The motion of system (1.1) with constant lag \(\eta\equiv\eta_0\) will be denoted by the symbol \(x(x_0(t_0+\vartheta),\eta_0,t)^0\).

\(^1\) Here and below it is assumed that the variables \(\vartheta\) and \(\vartheta_0\) vary within the limits \(-h\leq \vartheta \leq 0\), \(-h\leq \vartheta_0 \leq 0\).

Suppose that for any fixed value \(\eta=\mu\) \((-h\leq \mu \leq 0)\) and initial fixed perturbation \(x_0(t_0+\vartheta_0)\), the motion \(x(x_0(t_0+\vartheta_0),\mu,t+\vartheta)^0\), where \(t\geq t_0\), uniformly with respect to \(\mu\) satisfies the inequality

\[ \left\|x\left(x_0(t_0+\vartheta_0),\mu,t+\vartheta\right)^0\right\| \leq B_1\left\|x_0(t_0+\vartheta_0)\right\|\exp[-a(t-t_0)], \tag{1.5} \]

where \(B_1\) and \(a\) do not depend on \(\mu\).

Condition (1.5) for a fixed constant \(\eta=\mu\) is equivalent to the asymptotic stability of motions of systems with delay in the sense of the definitions in [5, p. 155].

The fulfillment of condition (1.5) alone, however, does not ensure asymptotic stability in probability of the motions of the stochastic system (1.1). We pose the problem: to indicate additional restrictions on the properties of the random process \(\eta(t)\) which, together with (1.5), are sufficient to ensure the stability of solutions of (1.1) in the sense of definitions (1.1)—1.2).

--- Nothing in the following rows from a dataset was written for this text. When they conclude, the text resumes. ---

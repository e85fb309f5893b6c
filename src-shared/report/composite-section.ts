/** The section of the multi-species composite index. */
import type { CompositeResult } from '../trend/composite';
import { indexChartBlock, seasonSpan } from './group-section';
import type { Section } from './model';
import { formatNumber } from './number-format';
import { indexTable } from './tables';

const one = { kind: 'fixed', decimals: 1 } as const;

/** What the composite's last index says against the base, without saying more than its limits allow. */
export function compositeSentence(c: CompositeResult['composite'], groups: number, members = 'species'): string {
  const { first, last } = seasonSpan(c.indices);
  const end = c.indices[c.indices.length - 1];
  const value = `${formatNumber(end.index, one)} (95% limits ${formatNumber(end.lower, one)} to ${formatNumber(end.upper, one)})`;
  const head = `The composite index of ${groups} ${members} stood at ${value} in ${last}, against 100 in ${first}`;
  if (end.upper < 100) return `${head}: lower than at the start.`;
  if (end.lower > 100) return `${head}: higher than at the start.`;
  return `${head}: the data cannot tell whether it is lower or higher than at the start.`;
}

/** `members` names what the composite combines ("species", or 'values of "site"'). */
export function compositeSection(c: CompositeResult['composite'], timeName: string, members = 'species', id = 'composite'): Section {
  const groups = Object.keys(c.weights).length;
  const equal = Object.values(c.weights).every((w) => w === 1);
  const weights = equal ? `All ${members} weigh the same.` : `Weights: ${Object.entries(c.weights).map(([k, w]) => `${k} ${w}`).join(', ')}.`;
  return {
    id,
    heading: `Composite of ${groups} ${members}`,
    blocks: [
      { kind: 'paragraph', emphasis: true, text: compositeSentence(c, groups, members) },
      indexChartBlock(`${id}-index-chart`, c.indices, `the composite of ${groups} ${members}`, timeName, 'Shaded: 95% site-block bootstrap limits.'),
      indexTable(`${id}-indices`, `Composite index of ${groups} ${members} with 95% limits`, timeName, c.indices),
      {
        kind: 'paragraph',
        text: `Method: ${c.method}. ${c.replicates - c.failedReplicates} of ${c.replicates} bootstrap replicates were used (seed ${c.seed}). ${weights}`,
        cites: ['composite', 'indicators', 'bootstrap'],
      },
    ],
  };
}
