import type { JobProgress } from '@shared/host/contract';

/**
 * What the services need from the desktop shell. Electron supplies real
 * dialogs and a file manager; the browser tests and the command line supply
 * their own. Keeping these behind small ports is what lets every service run
 * in plain Node.
 */
export interface DialogPort {
  chooseOpen(title: string, extensions: string[]): Promise<string | null>;
  chooseSave(title: string, defaultName: string, extensions: string[]): Promise<string | null>;
  /** A folder to write into (absent where the host cannot ask). */
  chooseFolder?(title: string): Promise<string | null>;
}

export interface ShellPort {
  reveal(path: string): Promise<boolean>;
  /** Opens a file with the system's program for it (absent where the host has none). */
  open?(path: string): Promise<boolean>;
}

export interface HostEnvironment {
  appName: string;
  appVersion: string;
  platform: string;
  /** Folder for recent-projects lists, recovery files and settings. */
  userDataDir: string;
  dialogs: DialogPort;
  shell: ShellPort;
  /** Sends a long job's progress to the page (absent where nobody listens). */
  progress?: (event: JobProgress) => void;
}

2. Let us make some preliminary remarks.

Suppose that, for fixed \(\eta=\mu\), condition (1.5) is satisfied. Then one can construct a positive definite functional \(V^0(x(\vartheta),\mu)\), satisfying the estimate

\[ \lim_{\Delta t\to +0}\sup\left(\frac{\Delta V^0}{\Delta t}\right) < -\|x(\vartheta)\|. \tag{2.1} \]

The functional \(V^0\) can be constructed in the form [5, p. 192]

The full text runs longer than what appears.